What is being asked | Give back only the lines in the records below from the one with "ws/rt live as" to the one with "await expect(result.innerText().then((t) =>", both inclusive, word for word.

Content starts

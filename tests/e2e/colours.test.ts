// The colour-code translator in a real browser: once hydrated it decodes as the rider types,
// through a fetcher on the JSON route, without the form being submitted.
import { describe, expect, it } from "vitest";
import { browserSuite, artifact, skipBrowser, waitForHydration } from "./browser";

describe.skipIf(skipBrowser)("colour codes page in Chromium", () => {
  const suite = browserSuite();
  const { open } = suite;

  it("decodes ws/rt live as it is typed (no submit) and shows white with red", async () => {
    const page = await open();
    const res = await page.goto("/colours");
    expect(res?.status()).toBe(200);
    await waitForHydration(page, "input[name=code]");
    const result = page.getByTestId("decode-result");
    await expect(result.innerText().then((t) => t.trim())).resolves.toBe("");

    const decodeCall = page.waitForResponse(
      (r) => {
        const u = new URL(r.url());
        return u.pathname.startsWith("/api/v1/colours/decode") && u.searchParams.get("code") === "ws/rt";
      },
      { timeout: 3_000 },
    );
    await page.getByRole("textbox", { name: "Code" }).pressSequentially("ws/rt", { delay: 20 });
    const typedAt = Date.now();
    // Within 2 s of the last key the panel names both colours.
    await page.waitForFunction(
      () => {
        const t = document.querySelector("[data-testid=decode-result]")?.textContent ?? "";
        return /\bwhite\b/i.test(t) && /\bred\b/i.test(t);
      },
      null,
      { timeout: 2_000 },
    );
    expect(Date.now() - typedAt).toBeLessThan(2_000);
    const call = await decodeCall;
    expect(call.status()).toBe(200);
    expect(new URL(call.url()).searchParams.get("code")).toBe("ws/rt");
    const text = await result.innerText();
    expect(text).toMatch(/\bwhite\b/i);
    expect(text).toMatch(/\bred\b/i);
    expect(text).toMatch(/IEC 60757:\s*\S+/);
    // Nothing was submitted: still the bare page address, no full navigation.
    expect(new URL(page.url()).search).toBe("");
    await page.screenshot({ path: artifact("colours.png"), fullPage: true });
  });
  it("decodes live in the chosen make's house and shows the green-and-yellow caution", async () => {
    const page = await open();
    await page.goto("/colours");
    await waitForHydration(page, "input[name=code]");
    // db/seeders/demo/makes.ts: brennwald writes DIN, where bl is blue (REFERENCE-FACTS 1.2, DIN 47002 [published]).
    await page.getByRole("combobox", { name: "Make" }).selectOption("brennwald");
    const call = page.waitForResponse(
      (r) => {
        const u = new URL(r.url());
        return u.pathname.startsWith("/api/v1/colours/decode") && u.searchParams.get("make") === "brennwald" && u.searchParams.get("code") === "Bl";
      },
      { timeout: 3_000 },
    );
    await page.getByRole("textbox", { name: "Code" }).pressSequentially("Bl", { delay: 20 });
    expect((await call).status()).toBe(200);
    await page.waitForFunction(() => /house style din/.test(document.querySelector("[data-testid=decode-result]")?.textContent ?? ""), null, {
      timeout: 2_000,
    });
    expect(await page.getByTestId("decode-result").innerText()).toMatch(/\bblue\b/);
    // IEC 60445 (REFERENCE-FACTS 5 [published]): green with yellow is kept for the protective conductor.
    await page.getByRole("combobox", { name: "Make" }).selectOption("asagiri");
    await page.getByRole("textbox", { name: "Code" }).fill("G/Y");
    await page.waitForSelector("[data-testid=decode-result] [data-warning=green_yellow_reserved]", { timeout: 2_000 });
    expect(await page.locator("[data-warning=green_yellow_reserved]").innerText()).toMatch(/IEC 60445/);
    expect(new URL(page.url()).search).toBe("");
  });
});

Content ends

Finished exercise |
  it("decodes ws/rt live as it is typed (no submit) and shows white with red", async () => {
    const page = await open();
    const res = await page.goto("/colours");
    expect(res?.status()).toBe(200);
    await waitForHydration(page, "input[name=code]");
    const result = page.getByTestId("decode-result");
    await expect(result.innerText().then((t) => t.trim())).resolves.toBe("");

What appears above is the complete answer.